Europe is not reacting because it is divided, careful, and lacks decisive leadership. Germany avoids deeper military support. France sends statements of solidarity but avoids concrete steps. The EU institutions issue statements but do nothing to stop the aggressor. And while all this is happening, Russian missiles are hitting maternity clinics.
Ukraine is not waiting. Ukraine digs. Buries. Restores. And fights.
Maternity clinics are moved to basements. Operations are carried out under the light of lamps. Babies are born in emergency shelters. And no one asks whether it can be done, but how it must be done.
Because Diana has died. She is no longer with us. Her heart has stopped beating, like the heart of a child who did not have a chance to cry. But thousands of other women in Ukraine—pregnant women, doctors, soldiers, nurses, teachers, mothers—are still alive. And they are not giving up. They give birth, nurse, heal, defend, clear rubble, bury the dead… And the next day they get up again. Not because they believe in slogans, but because they know they have no other option. If they hesitate, not only will Ukraine’s struggle come to an end, but our collective defeat will also commence. That’s why they are a target. Because Russia knows that if it breaks them, it will have broken the rest of the country. It will have broken the spirit.
But it has not broken them. And that’s why Ukraine is standing.
And we, here in Belgrade, in Berlin, in Warsaw, in Paris, in London, and in Rome—we owe them more than just words. We owe them the truth. Diana was not injured. Diana was killed. Killed by Russian hands in hospital while she was waiting to give birth. But we owe them something more: the recognition that they are not just fighting for their children. They are also fighting for ours. For our hospitals, our borders, our peace. Because if Ukraine falls, another hospital will be next. In another city. In another country. In the seventh month of someone else’s pregnancy.
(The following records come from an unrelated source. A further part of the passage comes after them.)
@pytest.mark.parametrize("layout", ["archive", "lead"])
def test_map_of_a_forecast_input_picks_run_and_lead(files, tmp_path, layout):
    # An input file laid out by lead, or by runs x leads (valid time 2-D): the map takes the
    # run and lead as the other commands do (valid time = run + lead, CF standard-name
    # table) and draws that slab: the same filled contours (matplotlib's paths) as the map
    # of the plain analysis file that holds only run 12Z + 12 h, and a colour bar spanning
    # the slab's values read independently with xarray.
    from test_maps import _colour_bar

    from flowpipe.maps import render

    def contours(fig):
        return [p.vertices for ax in fig.axes if hasattr(ax, "projection")
                for c in ax.collections if hasattr(c, "get_paths") for p in c.get_paths()]

    figure = render(files[layout], field="u", run="2026-12-01T12Z", lead=12)
    title = "".join(ax.get_title(loc="left") for ax in figure.axes)
    assert "run 2026-12-01T12Z +12 h, valid 2026-12-02T00:00Z" in title
    with xr.open_dataset(files[layout]) as raw:
        if layout == "archive":
            expect = raw["u"].sel(reference_time=RUNS[1], step=LEADS[2]).values
        else:
            expect = raw["u"].sel(forecast_period=12.0).values
    plain = contours(render(files["plain"], field="u"))
    drawn = contours(figure)
    assert len(drawn) == len(plain) > 0
    for a, b in zip(drawn, plain, strict=True):
        np.testing.assert_array_equal(a, b)
    bar = _colour_bar(figure)
    step = np.diff(bar.mappable.levels).max()
    assert bar.vmin <= expect.min() and bar.vmax >= expect.max()
    assert bar.vmax - max(abs(expect.min()), abs(expect.max())) < step


LATEST_CONFIG = """[input]
paths = ["runs/fc_*.nc"]
run = "latest"
[decompose]
output = "parts_{run}.nc"
[maps]
fields = ["streamfunction"]
output = "{field}_{run}_{lead}.png"
[output]
directory = "out"
"""


def test_latest_run_and_a_rerun_after_a_new_run(tmp_path):
    # A nightly directory: three runs, then a fourth arrives (flowpipe run, a real process).
    (tmp_path / "runs").mkdir()
    for run in range(3):
        valid_time_layout(run).to_netcdf(tmp_path / "runs" / f"fc_{run}.nc")
    config = tmp_path / "nightly.toml"
    config.write_text(LATEST_CONFIG)
    done = _flowpipe("run", "--quiet", str(config))
    assert done.returncode == 0, done.stderr
    out = tmp_path / "out"
    assert sorted(p.name for p in out.glob("parts_*.nc")) == ["parts_2026-12-02T00Z.nc"]
    assert sorted(p.name for p in out.glob("*.png")) == [
        f"streamfunction_2026-12-02T00Z_{h:03d}.png" for h in LEAD_HOURS]
    with xr.open_dataset(out / "parts_2026-12-02T00Z.nc") as back:
        assert back["forecast_reference_time"].values == RUNS[2]
    before = {p.name: p.stat().st_mtime_ns for p in out.iterdir() if p.suffix in (".nc", ".png")}

    valid_time_layout(3).to_netcdf(tmp_path / "runs" / "fc_3.nc")
    again = _flowpipe("run", "--quiet", str(config))
    assert again.returncode == 0, again.stderr
    manifest = json.loads((out / "manifest.json").read_text())
    assert list(manifest["units"]) == ["fc_3"]  # only the new run was processed
    written = {p.name for p in out.iterdir() if p.suffix in (".nc", ".png")} - set(before)
    assert written == {"parts_2026-12-02T12Z.nc"} | {
        f"streamfunction_2026-12-02T12Z_{h:03d}.png" for h in LEAD_HOURS}
    assert all((out / name).stat().st_mtime_ns == mtime for name, mtime in before.items())


def test_circulation_run_and_lead(files, tmp_path):
    # flowpipe circulation --run/--lead on the runs x leads archive: the leads asked for,
    # valid = reference + period (CF standard-name table), and at lead 12 h the values of
    # the same slab in a plain file with no forecast coordinates (the reference).
    out = tmp_path / "circ.nc"
    contour = ["--box", "20,60,30,120", "--circle", "45,200,2500"]
    done = _flowpipe("circulation", str(files["archive"]), "--run", "2026-12-01T12Z",
                     "--lead", "12,24", "-o", str(out), *contour)
    assert done.returncode == 0, done.stderr
    plain = tmp_path / "plain.nc"
    assert _flowpipe("circulation", str(files["plain"]), "-o", str(plain), *contour
                     ).returncode == 0
    with xr.open_dataset(out) as back, xr.open_dataset(plain) as ref:
        np.testing.assert_array_equal(back["time"].values, RUNS[1] + LEADS[[2, 4]])
        assert back["forecast_reference_time"].values == RUNS[1]
        np.testing.assert_array_equal(back["forecast_period"].values / np.timedelta64(1, "h"),
                                      [12.0, 24.0])
        for name in ("circulation", "outward_flux", "mean_vorticity_gridded"):
            np.testing.assert_allclose(back[name].isel(time=0).values,
                                       ref[name].isel(time=0).values, rtol=1e-12)
        assert not np.allclose(back.circulation.isel(time=1), back.circulation.isel(time=0))
        assert "coordinates" not in back.attrs  # CF 1.11 section 5: per variable only
    # cfdm (the CF data model's reference library): the forecast axes are coordinates of
    # the per-contour fields, not fields of their own, and nothing is reported
    import cfdm

    fields = cfdm.read(str(out))
    assert not {f.identity() for f in fields} & {"forecast_period", "forecast_reference_time"}
    for field in fields:
        assert set(field.dataset_compliance()) <= {"CF version"}
    bad = _flowpipe("circulation", str(files["archive"]), "--run", "2026-12-05T00Z", "-o",
                    str(tmp_path / "x.nc"), *contour)
    assert bad.returncode == 2 and "runs present" in bad.stderr
    assert not (tmp_path / "x.nc").exists()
If we don’t understand this now, maybe the next Diana will bear the name of our sister or daughter. Putin is testing the world. He is testing us with every missile fired. With every child’s skull that smashes on the concrete. With every mother who dies before holding her child in her arms. And right now, we are passing the test—like cowards! No answer. No consequences. No red line.
When a pregnant woman was killed in Mariupol in 2022, the world was in shock. When a pregnant woman was killed in Kherson in 2023, the world was worried. When a pregnant woman was killed in Kamianske in 2025— the world was silent. This is not fatigue. This is complicity.
Diana is looking at us. Not from billboards, not from museums, not from propaganda. She is looking at us from the holes in the ceiling of the hospital. She is looking at us through the smoke and the dust. She is looking at us through the blood on the walls of the incubator. She is looking at us from the silence of her own death. If we don’t answer—we will kill her a second time.
We don’t need another conference. We don’t need another speech. We don’t need another “deep concern” from the EU. We need the truth. And responsibility. Putin is a criminal. Trump is complicit. The West is hostage. And Diana is the proof.
And that is why this text is not meant to be an announcement. It is meant to be an outcry.
For Diana. For the child who had no time to cry. For Ukraine, which is giving birth under bombs. For all of us who have forgotten what it means to be human.